CubicWeb presentation at the JDLL (Lyon)

2010/10/07 by Arthur Lutz

For the "Journées Du Logiciel Libre (JDLL)" in Lyon which will take place the 14th, 15th et 16th of octobre 2010, we will be presenting the semantic side of CubicWeb on Friday 15th. There will be a talk and a tutorial. Details can be found here and there.

If you're around, come and see us!

http://www.jdll.org/sites/default/files/banniere.png

Debugging a memory leak in a cube

2010/09/24

We recently discovered that the cubicweb.org site (the one you are probably visiting right now) was suffering from a memory leak. The munin graphs showed a memory consumption steadily increasing soon after the instance was started, and this would only stop when all the memory on the host was exhausted. This was clearly caused by a memory leak somewhere, either in CubicWeb itself or in a cube used by the instance.

Munin graphs showing the memory leak in cubicweb.org

Fig. 1: Munin graphs showing the memory leak in cubicweb.org

Notice the associated service downtimes, and the stabilized memory consumption on Sept 23, after the leak was fixed.

Since Python has a garbage collector, either the leak was occuring in a C extension, or it was caused by some objects which were not garbage collectable.

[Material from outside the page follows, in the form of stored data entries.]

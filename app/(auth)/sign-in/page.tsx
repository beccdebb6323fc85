import type { Metadata } from 'next';
import { redirect } from 'next/navigation';
import type { ReactElement } from 'react';
import { PlainFrame } from '@/components/shell/plain-frame';
import { SignInForm } from '@/components/shell/sign-in-form';
import { pathAfterSignIn } from '@/components/shell/sign-in-request';
import { Notice } from '@/components/ui/notice';
import { currentSession } from '@/lib/server/auth/current-session';
import { demoSignIns } from '@/lib/server/auth/demo-sign-ins';

export const dynamic = 'force-dynamic';
export const metadata: Metadata = { title: 'Sign in' };

interface SignInPageProps {
  searchParams: Promise<{ next?: string | string[] }>;
}

/** E-mail and password; whoever is signed in already goes straight on. */
export default async function SignInPage({ searchParams }: SignInPageProps): Promise<ReactElement> {
  const { next: asked } = await searchParams;
  const next = pathAfterSignIn(typeof asked === 'string' ? asked : undefined);
  if (await currentSession()) redirect(next);
  return (
    <PlainFrame>
      <h1 className="mb-5 text-2xl font-bold">Sign in</h1>
      <noscript>
        <Notice tone="warn" className="mb-4">
          <p>Signing in needs scripts. Switch them on for this site, then load the page again.</p>
        </Notice>
      </noscript>
      <SignInForm next={next} demo={await demoSignIns()} />
    </PlainFrame>
  );
}
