"""One block of round conductors, marched through their currents: the numerical scheme of the skin effect.

Finite volumes in radius, all scenarios one after another in flat arrays, so that each has its own grid and one call of
LAPACK solves the tridiagonal systems of all (they are symmetric positive definite and do not touch each other). The
result of a scenario therefore does not depend on the company it is in.

Unknowns: u = r·H (A/rad) on the faces, temperature rise θ (K) in the cells, which are numbered from the axis outwards.
Per radian and metre of length, with the cell areas A and the resistivity ρ(θ)::

    J = (u_k − u_(k−1))/A,    d/dt φ(u_k) = ρ·J|_(k+1) − ρ·J|_k,    φ(u) = B(u/r)·r·ln(c_(k+1)/c_k)
    u = 0 on the inner face,  u = i/(2π) on the outer:              the total current is exact

c are the radii of the area centroids: there the cell mean of a field that is linear in r² is that field itself.

Time: TR-BDF2 with γ = 2 − √2 (Bank et al., IEEE Trans. Electron Devices 32 (1985) 1992; Hosea and Shampine, Appl.
Numer. Math. 20 (1996) 21), second order and L-stable; both stages have the same matrix. The resistivity of a step is
that of its middle, foreseen from the Joule heat at its start. The heat of a step follows from ∫J²dt by the quadrature
that is exact for parabolas through both stages, and from the exact growth of a linear ρ(θ), exp(α·ρ0·∫J²dt/C).
"""

from __future__ import annotations

from collections.abc import Callable
from dataclasses import dataclass, field

import numpy as np

from strikeenergy.physics.skin_grid import MU0, Array, surface_weights

__all__ = ["Block", "History", "March"]

GAMMA = 2 - np.sqrt(2)
STAGE = GAMMA / 2  # weight of the new value in both stages, times the step
PULL = 1 / (GAMMA * (2 - GAMMA))  # right side of the second stage: φ_n + PULL·(φ* − φ_n)
W_MIDDLE = 1 / (6 * GAMMA * (1 - GAMMA))  # quadrature on the nodes 0, γ, 1
W_END = 0.5 - GAMMA * W_MIDDLE
W_START = 1 - W_MIDDLE - W_END

NEWTON_LIMIT = 100
NEWTON_TOLERANCE = 1e-9
SEARCH_LIMIT = 12
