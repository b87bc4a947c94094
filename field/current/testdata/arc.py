#!/usr/bin/env python3
"""A of the bent tube of TestArcGuideEdges (radii 1 and 2, height 1, azimuths 0 to 90 degrees, half a weber by radian), close to the
edges of its ends: the charge of the ends integrated along z in closed form and along s by quadrature in 30 digits, cut at powers of
ten from the foot of the point, and c/s along phi in the bore. Usage: arc.py
"""
from mpmath import mp, mpf, quad, sqrt, pi, sin, cos, log, asinh, nstr
mp.dps=30
c=mpf('0.5'); s0,s1,h=mpf(1),mpf(2),mpf('0.5')
def gsheet(x, e, sign):
    # g = 1/4pi int sigma (x-r)/R^3 ; r = s e + z k. inner z closed: int dz/(q^2+(Z-z)^2)^{3/2}
    X=x; br=sorted(set([s0,s1,max(s0,min(s1,X[0]*e[0]+X[1]*e[1]))]))
    foot=X[0]*e[0]+X[1]*e[1]
    perp=X[0]*e[1]-X[1]*e[0]
    pts=[s0,s1]
    for d in [mpf(10)**-k for k in range(1,13)]:
        for sg in (1,-1):
            t=foot+sg*d
            if s0<t<s1: pts.append(t)
    if s0<foot<s1: pts.append(foot)
    pts=sorted(set(pts))
    def comp(i):
        def f(s):
            q2=(foot-s)**2+perp**2
            u=X[2]+h; v=X[2]-h
            Iu=lambda t: t/(q2*sqrt(q2+t*t))
            if i<2:
                return sign*c/s*(X[i]-s*e[i])*(Iu(u)-Iu(v))
            return sign*c/s*(-(1/sqrt(q2+u*u)-1/sqrt(q2+v*v)))
        return quad(f,pts)/(4*pi)
    return [comp(i) for i in range(3)]
pts=[(1.5,-1e-3,0.25),(1.5,1e-6,0.25),(1.25,-1e-9,0.0),(1.0-1e-6,-1e-6,0.1),(2.0+1e-9,-1e-9,0.1),(1.5,1e-6,0.5-1e-6),(1.999999,1e-3,0.499)]
for p in pts:
    x=[mpf(t) for t in p]
    a=gsheet(x,(mpf(1),mpf(0)),-1); b=gsheet(x,(mpf(0),mpf(1)),1)
    g=[i+j for i,j in zip(a,b)]
    r2=x[0]**2+x[1]**2
    if 1<sqrt(r2)<2 and x[0]>0 and x[1]>0 and abs(x[2])<h:
        g[0]-=c*x[1]/r2; g[1]+=c*x[0]/r2
    print(p,[nstr(t,20) for t in g])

A common cause for the latter, as explained in the gc module documentation, are objects with a __del__ method which are part of a cycle.

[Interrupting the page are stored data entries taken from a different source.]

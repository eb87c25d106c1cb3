//! One spatial extremal flown to its end, with the derivatives that every condition at arrival is made of.

use nalgebra::{SMatrix, Vector6};
use numerics::dual::Dual;
use numerics::ode::{Flow, Mode, Options, Termination, integrate};

use super::ends::State;
use super::extremal::{Augmented, Extremal};

pub(super) const MAX_STEPS: usize = 20_000;

/// State and costate at arrival, as plain numbers and as derivatives.
#[derive(Clone, Debug)]
pub struct Terminal {
    /// State and costate.
    pub end: Augmented<f64>,
    /// Their rates.
    pub rates: Augmented<f64>,
    /// Derivative with respect to the first costate, whose part along the costate itself is left out.
    pub by_costate: SMatrix<f64, 12, 6>,
    /// Derivative with respect to whatever moves the first state by `start_rate`.
    pub by_start: [f64; 12],
}

/// Five unit vectors across `axis` (a unit vector) and across each other: columns of a Householder reflection.
pub(super) fn tangents(axis: &Vector6<f64>) -> SMatrix<f64, 6, 5> {
    let sign = if axis[0] < 0.0 { -1.0 } else { 1.0 };
    let mut mirror = *axis;
    mirror[0] += sign;
    let reflection =
        SMatrix::<f64, 6, 6>::identity() - mirror * mirror.transpose() * (2.0 / mirror.norm_squared());
    reflection.fixed_columns::<5>(1).into_owned()
}

/// Flies from `start` with the unit first `costate` for `time`; `start_rate` seeds one more derivative.
pub fn fly(
    lightness: f64,
    start: &State,
    start_rate: &State,
    costate: &Vector6<f64>,
    time: f64,
    tolerance: f64,
) -> Option<Terminal> {
    seeded::<6>(lightness, start, &[start_rate], costate, time, tolerance).map(|(terminal, _)| terminal)
}

/// Like [`fly`] with two movements of the first state; the derivative by the second is returned beside.
pub fn fly_two_ways(
    lightness: f64,
    start: &State,
    start_rates: [&State; 2],
    costate: &Vector6<f64>,
    time: f64,
    tolerance: f64,
) -> Option<(Terminal, Augmented<f64>)> {
    seeded::<7>(lightness, start, &start_rates, costate, time, tolerance)
}

/// Five seeds for the costate, the others for `start_rates`: the last of these is returned beside the terminal.
fn seeded<const SEEDS: usize>(
    lightness: f64,
    start: &State,
    start_rates: &[&State],
    costate: &Vector6<f64>,
    time: f64,
    tolerance: f64,
) -> Option<(Terminal, Augmented<f64>)> {
    let basis = tangents(costate);
    let flow = Extremal { lightness };
    let first: Augmented<Dual<SEEDS>> = std::array::from_fn(|i| {
        let mut d = [0.0; SEEDS];
        if i < 6 {
            for (d, rate) in d.iter_mut().skip(5).zip(start_rates) {
                *d = rate[i];
            }
            Dual { v: start[i], d }
        } else {
            for (k, d) in d.iter_mut().take(5).enumerate() {
                *d = basis[(i - 6, k)];
            }
            Dual { v: costate[i - 6], d }
        }
    });
    let outcome = integrate(&flow, &first, time, &Options { tolerance, max_steps: MAX_STEPS });
    if outcome.termination != Termination::Reached {
        return None;
    }
    let end = outcome.state.map(|y| y.v);
    let rates = flow.rates(Mode::default(), &end);
    let tangent = SMatrix::<f64, 12, 5>::from_fn(|i, k| outcome.state[i].d[k]);
    let by_start = outcome.state.map(|y| y.d[5]);
    let by_last = outcome.state.map(|y| y.d[SEEDS - 1]);
    Some((Terminal { end, rates, by_costate: tangent * basis.transpose(), by_start }, by_last))
}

We used the "gc" view, which is an administrative view in CubicWeb, reachable by appending "?vid=gc" at the end of the url of the root of your instance, if you are a member of the managers group. This view uses the gc module from the python standard library to see which objects are not garbage collected.

This view showed thousands of instances of mercurial.url.httphandler. This class indeed has a __del__ method and instances have a cycle with urllib2.OpenerDirector. Mercurial is used by the vcsfile cube which regularly polls remote repository over HTTP, which causes httphandler to be instantiated (and a reference to be leaked). This problem had gone undetected in mercurial because most of the time, processes using mercurial over http are shortlived and the leaked memory is quickly collected by the operating system. Discussion ensued on the IRC forum #mercurial with the developers and a patch was submitted which fixes the leak. In order to avoid the problem with versions of mercurial up to the current one, a new version of vcsfile including a monkey patch for mercurial was released and deployed on cubicweb.org!